Cobalt Blue has announced a decrease in both capital and operating costs in its recent update for the Broken Hill Cobalt project, which uses a unique processing route. Other highlights include an increase in reserves and a longer mine life.
Cobalt Blue is looking at building an integrated mine/refinery operation producing cobalt and elemental sulphur. It has also already entered into various marketing and trading agreements with LG International, Sojitz Corporation and Mitsubishi.
Broken Hill is one of several primary cobalt projects covered by Roskill within its technical and financial evaluation work. Under the Roskill study, Broken Hill is shown to have high exposure to fluctuations in the cobalt market because of co-production of other metals by other producers. Under a long-term cobalt price of US$27.50lb, cobalt is expected to account for 84% of net revenue, with the balance coming from sulphur (long-term price US$123/t).
It should also be noted that Cobalt Blue’s recent update is based on pre-feasibility work, and includes inferred resources; therefore, more work will be needed to increase confidence levels in the project.
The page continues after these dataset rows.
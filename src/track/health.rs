//! Sensor health over a log: which thermocouple is failing, when, and how.
//!
//! Four detectors, each simple enough to check by hand; the thresholds are the named
//! constants below (design choices of this project, set so that a healthy seeded log of many
//! thousand rows raises none, see `tests/integration/track_alarms.rs`; not from a standard):
//!
//! | problem | judged when | left out |
//! |---|---|---|
//! | `dropout` | the row has no reading (empty cell, NaN, a fault marker) | the row itself |
//! | `stuck` | the reading has not changed at all for [`STUCK_ROWS`] rows in a row | from the row that completes the run until the reading changes |
//! | `outlier` | the leave-one-out fault probability of `estimate`'s fault model exceeds [`crate::estimate::fit::FAULT_POSTERIOR`] for [`OUTLIER_ROWS`] rows in a row | from the next row until its prediction check passes for [`CLEAR_ROWS`] rows in a row |
//! | `doubtful` | an `outlier` or `drift` candidate reads above the others' prediction and a hot feature of a hidden edge explains it (a hot spot or a fault) | never; ends when its prediction check passes for [`CLEAR_ROWS`] rows in a row |
//! | `drift` | the straight line fitted to its standardised residual (clipped to ±[`DRIFT_CLIP_Z`]) over the last [`DRIFT_WINDOW`] rows changes by more than [`DRIFT_CHANGE`] across the window and ends beyond [`DRIFT_LEVEL`]; the reported start is where that line crosses zero; a candidate that `estimate`'s model refutes is tried again after a wait that doubles each time ([`MAX_DRIFT_BACKOFF`]) | as for `outlier` |
//!
//! Before a sensor is left out, the candidate is confirmed with `estimate`'s own fault model
//! on that row ([`crate::estimate::fit::loo_residuals`], whose prediction is averaged over the
//! smoothing strength): a real but narrow hot spot seen by one or two sensors makes their
//! plug-in residuals large when the strength is fixed (`--calibrate` on a quiet stretch), but
//! rougher strengths that the other readings allow explain it, and the averaged model does not
//! call it a fault. Then the physics: a candidate reading above the others' prediction is not
//! left out when a hot feature of a hidden edge explains its reading together with theirs
//! ([`crate::estimate::explain`]; the caller's `confirm` does both). A refuted candidate waits
//! twice as long before its next try. When a hot feature explains a candidate, the lesser
//! candidates of that row are not tried: their evidence came from fits that include the
//! possible witness of a hot spot, and a neighbour reading low beside it is no fault.
//!
//! A sensor that is left out is still checked, against the prediction of the fit without it
//! (the same distribution the leave-one-out check uses), so it comes back when it recovers;
//! a left-out sensor reading above that prediction also passes when a hot feature of a
//! hidden edge clearly explains its reading ([`crate::estimate::explain`], below the
//! readmission threshold `HOT_READMIT_CHI2`, stricter than the one that keeps a sensor in, so
//! that a borderline sensor does not go out and come back row after row): it has become the
//! witness of a hot spot, not a faulty sensor.
//! At most one sensor is newly left out per row for `outlier`/`drift` (the worst by its
//! standardised residual; the others' outlier runs and drift windows then start afresh, since their
//! evidence came from fits that included it), and never more than a quarter of the sensors at once,
//! as in `estimate`'s fault search: one gross fault makes its neighbours' residuals look odd too,
//! and dropping the only sensors that see a real hot spot would hide it.

use crate::estimate::explain::{HOT_READMIT_CHI2, HOT_REFUTE_CHI2};
use serde::Serialize;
Cobalt Blue has developed and patented a unique flow sheet for the operation. Test results released by Cobalt Blue have been positive to date, although will need to be scaled up for commercial production. The assumed cobalt and sulphur recoveries are 85.5% and 64.4% respectively. The proposed flow sheet has a different approach in the use of pyrolysis to treat the pyrite concentrate, thus avoiding the production of SO2 and the associated costs of disposal.
A key determinant for the development of the project is the viability of the proposed processing route and Roskill will be keeping a close eye on upcoming pilot and demonstration plant results.